The story pretty much starts from there and your introduced to Sasuke Sakura, Kakashi, and myriad of other charcters.  If you want to learn more about the series check out http://www.narutofan.com, www.narutochuushin.com these sites give a much better summery than me.

Well I'd write more about this series but I'm lazy much like my favorite caharcter Shikimaru.  There really is so much to say about this series but I think that I'll do it later.  All I'll say for now is check it out!!



gEEk


----------



## Sci-fi_gEEk (Jul 21, 2004)

I wanted to do an edit and just add this to my about post but.....I can't seem to figure out how to do it.  Yea great problem solving skills Mr. Engineer.   
I just thought that some people might think that this thread better suited for the TV/Movie/ect forum, but since it was a manga first I decided to put it here.  I did how ever bring the anime up, and I hope that it is discussed too, after all it's just as awsome as the manga.  Any who just thought that I'd put that in there.
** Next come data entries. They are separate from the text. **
/** A numeral without exponent: sorts out what its points, commas, spaces and apostrophes do. */
function readNumeral(numeral: string, options: NumberOptions): Reading<Digits> {
  const sign = /^[+-]/.exec(numeral)?.[0] ?? "";
  const body = numeral.slice(sign.length).trim();
  const spaced = /^\d{1,3}(?:[\s'’‘ʼ′]\d{3})+(?=$|[.,])/.exec(body)?.[0];
  const grouped = groupedDecimals(spaced === undefined ? body : spaced.replace(/\D/g, "") + body.slice(spaced.length));
  if (grouped === undefined || /[\s'’‘ʼ′]/.test(grouped)) return refused("");

  const marks = grouped.replace(/\d/g, "");
  const asDecimalPoint = (text: string): Reading<Digits> => accept(sign + text);
  if (marks === "") return asDecimalPoint(grouped);
  if (marks === "." || marks === ",") {
    const decimalMark = options.decimalComma ? "," : ".";
    const thousands = /^[1-9]\d{0,2}[.,]\d{3}$/.test(grouped) && spaced === undefined;
    if (marks === decimalMark) return asDecimalPoint(grouped.replace(",", "."));
    if (thousands) {
      return bothReadings(sign + grouped.replace(marks, "."), sign + grouped.replace(marks, ""));
    }
    const reading = asDecimalPoint(grouped.replace(",", "."));
    if (reading.outcome !== "read") return reading;
    return read(reading.value, [
      marks === "," ? "The comma is read as a decimal comma." : "The point is read as a decimal point.",
    ]);
  }
  // Two kinds of mark: the last one is the decimal mark, and the other must set apart thousands.
  if (/^\d{1,3}(?:,\d{3})+(?:\.\d*)?$/.test(grouped)) return asDecimalPoint(grouped.replaceAll(",", ""));
  if (/^\d{1,3}(?:\.\d{3})+(?:,\d*)?$/.test(grouped)) {
    return asDecimalPoint(grouped.replaceAll(".", "").replace(",", "."));
  }
  return refused("");
}

/** `0.123 456` sets decimals apart in threes; returns the numeral without those spaces. */
function groupedDecimals(body: string): string | undefined {
  if (!/\s/.test(body)) return body;
  return /^\d*[.,]\d{3}(?:\s\d{3})*(?:\s\d{1,3})$/.test(body) ? body.replace(/\s/g, "") : undefined;
}

function accept(text: string): Reading<Digits> {
  const value = readDigits(text);
  return value === undefined ? refused("") : read(value);
}

function bothReadings(asDecimal: string, asThousands: string): Reading<Digits> {
  const candidates = [asDecimal, asThousands].map(readDigits).filter((one) => one !== undefined);
  return candidates.length === 2 ? ambiguous(candidates, "") : refused("");
}

interface Spread {
  digits: Digits;
  kind: "standard" | "expanded" | "unstated";
  inLastPlaces: boolean;
  exponent: number;
}

/** @returns null when the uncertainty is not a number */
function readSpread(spread: SpreadText, options: NumberOptions): Spread | null {
  const reading = readNumeral(spread.text, options);
  if (reading.outcome !== "read") return null;
  const { kind, exponent } = spread;
  const inLastPlaces = spread.form === "brackets" && places(reading.value) === 0;
  return { digits: reading.value, kind, exponent, inLastPlaces };
}

/** Moves the decimal point: exact, on the text, so that no digit is lost or made up behind the point. */
function shift(value: Digits, exponent: number): Digits {
  if (exponent === 0) return value;
  const sign = value.startsWith("-") ? "-" : "";
  const [whole = "", fraction = ""] = value.replace("-", "").split(".");
  const point = whole.length + exponent;
  const all = whole + fraction;
  if (point <= 0) return digits(`${sign}0.${"0".repeat(-point)}${all}`);
  if (point >= all.length) return digits(`${sign}${all}${"0".repeat(point - all.length)}`);
  return digits(`${sign}${all.slice(0, point)}.${all.slice(point)}`);
}

const NUMBER = String.raw`[+-]?\s?\d[\d.,]*`;

/** Texts that are recognisably something else than one number, each with what to do. The first that fits is said. */
const NOT_A_NUMBER: readonly (readonly [pattern: RegExp, why: string])[] = [
  [
    /^(?:[<>≤≥~≈≲≳≪≫∼]|=[<>])|^(?:ca|circa|about|approx(?:imately)?|est(?:imated|imate)?|c|less|more|greater|at (?:least|most)|up to|max|min|nearly)\b/i,
    "is a bound or an estimate, not a value. Give one number, or leave the cell empty.",
  ],
  [
    /\d\s*[([]?\s*(?:est(?:\.|imated|imate)?|approx(?:\.|imate|imately)?|calc(?:\.|ulated)?|\?)\s*[)\]]?$|^[<>]/i,
    "says that the number is an estimate or in doubt. Say so in the remarks, and leave only the number here.",
  ],
  [
    new RegExp(String.raw`^${NUMBER}\s?(?:-|\.{3}|\s\.\.\s|÷|~|to|bis|and)\s?${NUMBER}$|^(?:between|from)\b`, "i"),
    "is a range. Give one number with its uncertainty, for example 12.3 ± 0.4.",
  ],
  [
    /^\d{1,2}[-./\s]?(?:jan|feb|mar|apr|may|jun|jul|aug|sep|oct|nov|dec)|^(?:jan|feb|mar|apr|may|jun|jul|aug|sep|oct|nov|dec)[a-z]*[-./\s]?\d|^\d{4}-\d{1,2}-\d{1,2}|^\d{1,2}[./]\d{1,2}[./]\d{2,4}$/i,
    "looks like a date, as a spreadsheet makes of some numbers. Write the number again, in a cell of text.",
  ],
  [
    /^#+$|^#(?:REF|DIV|VALUE|NAME|NUM|NULL)/i,
    "is an error of a spreadsheet or a cell too narrow. Write the number again.",
  ],
  [
    /�|Ã|â[ˆ€]|Â/,
    "holds characters that were lost when the text was saved. Was a minus sign there? Write the number again.",
  ],
  [/^[+-]?[\d.,]*[OoIl][\d.,OoIl]*$/, "holds a letter O, I or l. Was the digit 0 or 1 meant?"],
  [new RegExp(String.raw`^${NUMBER}\s?-$`), "ends in a minus sign. Write it in front of the number."],
  [/^[+-]\s?[+-]/, "begins with two signs. Write one."],
  [new RegExp(String.raw`^(?:${NUMBER}\s)?\d+/\d+$`), "is a fraction, not a number in decimals."],
  [new RegExp(String.raw`^${NUMBER}\s?[;/|]\s?${NUMBER}$|^${NUMBER},\s${NUMBER}$`), "holds two numbers. Give one."],
  [/±|\+\/-/, "has an uncertainty that cannot be read. Write it as in 12.3 ± 0.4 or 12.3(4)."],
  [
    /_\{\d+\}$/,
    "is not a number: a digit of it is lowered, which older tables do with a doubtful one. Write it level or leave it off.",
  ],
  [/^10\s?\^/, "is a power of ten without a number in front. Write it as in 1e3."],
  [/%$/, "is a percentage. Give the number in the unit of its column."],
  [
    /^[+-]?[\d.,\s]+(?:\([\d.,]+\)\s?)?(?:k?J|k?cal|m?eV|e\.?\s?u|gibbs|[kK]\b|°)/i,
    "holds a unit. Name the unit in the column head and leave only the number here.",
  ],
  [
    /^[+-]?[\d.,\s]+(?:\^\{.*\}|[a-z]{1,3}\)?)$/i,
    "ends in a footnote mark or a cut exponent. Put the note in the remarks and leave only the number here.",
  ],
  [/^[([].*[)\]]$/, "stands in brackets, which may mean an estimate or a negative number. Write the number plainly."],
];

/** Says what kind of text stands where a number should. */
function whyNotANumber(plain: string, shown: string): string {
  const parts = takeApart(plain);
  if (parts !== undefined && Math.abs(parts.exponent) > LARGEST_EXPONENT) {
    return `${quote(shown)} has an exponent beyond ±${LARGEST_EXPONENT}: no table value is that large or small.`;
  }
  const known = NOT_A_NUMBER.find(([pattern]) => pattern.test(plain));
  return known ? `${quote(shown)} ${known[1]}` : `${quote(shown)} is not a number.`;
}
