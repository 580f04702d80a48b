import { sql } from "kysely";
import type { Database } from "#app/db/database.server.ts";
import type { Phase } from "#app/thermo/phase.ts";

/** Identities of species by id: what they are made of, whatever they are called. */
export async function findSpeciesByIds(ids: readonly string[], db: Database) {
  if (ids.length === 0) return [];
  return db
    .selectFrom("species")
    .select(["id", "hill", "charge"])
    .select((eb) => [
      eb.ref("composition").$castTo<Record<string, number>>().as("composition"),
      eb.ref("phase").$castTo<Phase>().as("phase"),
    ])
    .where(sql<boolean>`id = any(${[...ids]}::text[])`)
    .execute();
}

/** A species as a sheet's row may be matched to it. */
export interface SpeciesCandidate {
  speciesId: string;
  key: string;
  printed: string;
  hill: string;
  charge: number;
  phase: Phase;
  label: string | null;
  name: string;
  cas: string | null;
  synonyms: readonly string[];
  /** The open revision that proposes it; null when it stands in the newest edition. */
  revisionId: number | null;
  /** Whether its detail stands or waits accepted, so that a further revision need not propose it again. */
  named: boolean;
}

/**
 * The species of these compositions (Hill order, without charge): those of an edition, with the names that wait accepted
 * for the next one, and those that a revision which is
 * not withdrawn proposes and no edition holds yet.
 */
export async function findCandidates(
  edition: number,
  hills: readonly string[],
  db: Database,
): Promise<SpeciesCandidate[]> {
  if (hills.length === 0) return [];
  const { rows } = await sql<SpeciesCandidate>`
    select d.species_id as "speciesId", d.key, d.printed, s.hill, s.charge, s.phase, d.label,
           coalesce(w.content ->> 'name', d.name) as name,
           case when w.content is null then d.cas else w.content ->> 'cas' end as cas,
           case when w.content is null then d.synonyms
                else array(select jsonb_array_elements_text(w.content -> 'synonyms')) end as synonyms,
           null as "revisionId", true as named
      from species s join species_detail d on d.species_id = s.id
      left join lateral (select v.content from revision_line l join line_version v on v.line_id = l.id
                          where l.kind = 'detail' and l.state = 'accepted' and l.species_id = d.species_id
                          order by v.version desc limit 1) w on true
     where s.hill = any(${[...hills]}::text[])
       and d.since <= ${edition} and (d.until is null or d.until > ${edition})
    union all
    (select distinct on (l.species_id)
           l.species_id, v.content ->> 'key', v.content ->> 'printed', s.hill, s.charge, s.phase, v.content ->> 'label',
           v.content ->> 'name', v.content ->> 'cas', array(select jsonb_array_elements_text(v.content -> 'synonyms')),
           l.revision_id, l.state = 'accepted'
      from revision_line l
      join species s on s.id = l.species_id
      join lateral (select content from line_version where line_id = l.id order by version desc limit 1) v on true
     where l.kind = 'detail' and l.state in ('open', 'accepted')
       and s.hill = any(${[...hills]}::text[])
       and not exists (select from species_detail d where d.species_id = l.species_id
                          and d.since <= ${edition} and (d.until is null or d.until > ${edition}))
     order by l.species_id, l.state = 'accepted' desc, l.id)
    order by 2`.execute(db);
  return rows;
}

/** Inserts the identities of new species. */
export async function insertSpecies(
  species: readonly {
    id: string;
    hill: string;
    composition: Readonly<Record<string, number>>;
    charge: number;
    phase: Phase;
  }[],
  trx: Database,
): Promise<void> {
  for (let start = 0; start < species.length; start += 1000) {
    await trx
      .insertInto("species")
      .values(
        species.slice(start, start + 1000).map((one) => ({
          id: one.id,
          hill: one.hill,
          composition: JSON.stringify(one.composition),
          charge: one.charge,
          phase: one.phase,
        })),
      )
      .execute();
  }
}

/** Holds the naming of new species until the transaction ends, so that two sheets do not bring one species twice. */
export async function lockNaming(trx: Database): Promise<void> {
  await sql`select pg_advisory_xact_lock(7270920)`.execute(trx);
}
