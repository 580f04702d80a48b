--
-- PostgreSQL database dump
--

--
-- Name: public; Type: SCHEMA; Schema: -; Owner: -
--

CREATE SCHEMA public;

--
-- Name: SCHEMA public; Type: COMMENT; Schema: -; Owner: -
--

COMMENT ON SCHEMA public IS 'standard public schema';

--
-- Name: edition_digest(integer); Type: FUNCTION; Schema: public; Owner: -
--

CREATE FUNCTION public.edition_digest(n integer) RETURNS bytea
    LANGUAGE sql STABLE
    AS $$
      select sha256(
        coalesce((select string_agg(v.row_hash, ''::bytea order by d.key collate "C", v.property collate "C")
                    from table_value v
                    join species_detail d on d.species_id = v.species_id and d.since <= n and (d.until is null or d.until > n)
                   where v.since <= n and (v.until is null or v.until > n)), ''::bytea)
        || coalesce((select string_agg(d.row_hash, ''::bytea order by d.key collate "C")
                       from species_detail d where d.since <= n and (d.until is null or d.until > n)), ''::bytea)
        || coalesce((select string_agg(s.row_hash, ''::bytea order by s.source_id collate "C")
                       from source_detail s where s.since <= n and (s.until is null or s.until > n)), ''::bytea)
        || coalesce((select previous_digest from edition where number = n), ''::bytea)
        || convert_to(n::text || E'\n' || (select licence from edition where number = n), 'UTF8'))
    $$;

--
-- Name: FUNCTION edition_digest(n integer); Type: COMMENT; Schema: public; Owner: -
--

COMMENT ON FUNCTION public.edition_digest(n integer) IS 'The digest of an edition from its rows; app/editions/digest.ts computes the same outside the database.';

--
-- Name: hill_order(text); Type: FUNCTION; Schema: public; Owner: -
--

CREATE FUNCTION public.hill_order(hill text) RETURNS text
    LANGUAGE sql IMMUTABLE STRICT PARALLEL SAFE
    AS $$
      select regexp_replace(regexp_replace(regexp_replace(hill, '([A-Z][a-z]?)(?![a-z0-9])', '\11', 'g'),
                                           '([0-9]+)', '000\1', 'g'),
                            '0*([0-9]{4})(?![0-9])', '\1', 'g') collate "C"
    $$;

--
-- Name: FUNCTION hill_order(hill text); Type: COMMENT; Schema: public; Owner: -
--

COMMENT ON FUNCTION public.hill_order(hill text) IS 'A formula in Hill order with every count written in four digits, so that C2H6 stands before C10H8 when compared by bytes.';

--
-- Name: line_hands(bigint); Type: FUNCTION; Schema: public; Owner: -
--

CREATE FUNCTION public.line_hands(of_line bigint) RETURNS SETOF uuid
    LANGUAGE sql STABLE
    AS $$
      select v.made_by from line_version v where v.line_id = of_line
      union
      select r.repaired_by
        from revision_line l
        join revision v on v.id = coalesce(l.begun_in, l.revision_id)
        join sheet_repair r on r.sheet_id = v.sheet_id and r.row_number = l.row_number
       where l.id = of_line
    $$;

--
-- Name: FUNCTION line_hands(of_line bigint); Type: COMMENT; Schema: public; Owner: -
--

COMMENT ON FUNCTION public.line_hands(of_line bigint) IS 'The people who made a version of the line or repaired its sheet row; none of them may decide it.';

--
-- Name: open_edition(integer, uuid, text, text, integer, text); Type: FUNCTION; Schema: public; Owner: -
--

CREATE FUNCTION public.open_edition(expected_previous integer, publisher uuid, edition_notes text, edition_licence text, withdrawn_edition integer DEFAULT NULL::integer, reason text DEFAULT NULL::text) RETURNS integer
    LANGUAGE plpgsql SECURITY DEFINER
    SET search_path TO 'public', 'pg_temp'
    AS $$
    declare
      newest record;
    begin
      -- One publication at a time; whoever waited here finds that the number has moved.
      perform pg_advisory_xact_lock(7270917);
      select number, digest into newest from edition order by number desc limit 1;
      if coalesce(newest.number, 0) <> expected_previous then
        raise exception 'Edition % was published in the meantime.', newest.number using errcode = 'TW009';
      end if;
      if not exists (select from person p join person_role r on r.person_id = p.id
                      where p.id = publisher and r.role = 'reviewer' and p.switched_off_at is null) then
        raise exception 'Only a reviewer publishes.' using errcode = 'TW008';
      end if;
      insert into edition (number, state, published_at, published_by, notes, licence, withdraws, withdrawal_reason, previous_digest)
      values (expected_previous + 1, 'open', date_trunc('milliseconds', clock_timestamp()), publisher, edition_notes, edition_licence, withdrawn_edition, reason, newest.digest);
      return expected_previous + 1;
    end
    $$;

--
-- Name: FUNCTION open_edition(expected_previous integer, publisher uuid, edition_notes text, edition_licence text, withdrawn_edition integer, reason text); Type: COMMENT; Schema: public; Owner: -
--

COMMENT ON FUNCTION public.open_edition(expected_previous integer, publisher uuid, edition_notes text, edition_licence text, withdrawn_edition integer, reason text) IS 'Opens the next edition inside the calling transaction. TW009: the expected number has moved; TW008: no reviewer.';

--
-- Name: seal_edition(integer); Type: FUNCTION; Schema: public; Owner: -
--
Yep, thats about it.  Back to work.....yippie.

gEEk


----------



## dwndrgn (Jul 22, 2004)

Welcome back Sci Fi Geek!  Haven't seen you around for a while!  Apparently you've been off enjoying some new manga and haven't been sharing  .  Just teasing.

Actually, I've never really gotten into either anime or manga but I also, to be honest, haven't really given it a chance.  This isn't the type of thing you find at the library and funds are too tight to allow me to purchase something that I'm not sure I'm going to like.  As soon as I get the chance though, I'll have to try some out.  What would you recommend for a beginner?


----------



## Brian G Turner (Jul 22, 2004)

Nice to see you back, too, SFG.


----------



## Sci-fi_gEEk (Jul 22, 2004)

Hey Dwndrgn!!  Yups, I've been away for awhile.  Skool and work were keeping me rather tied up.  But now it's summer and while I am still working I have a lot more free time.  Aside from work I've been spending a lot of time (prolly to much  ) reading manga and watching anime.  There's so much out there that it's kept me pretty occupied. 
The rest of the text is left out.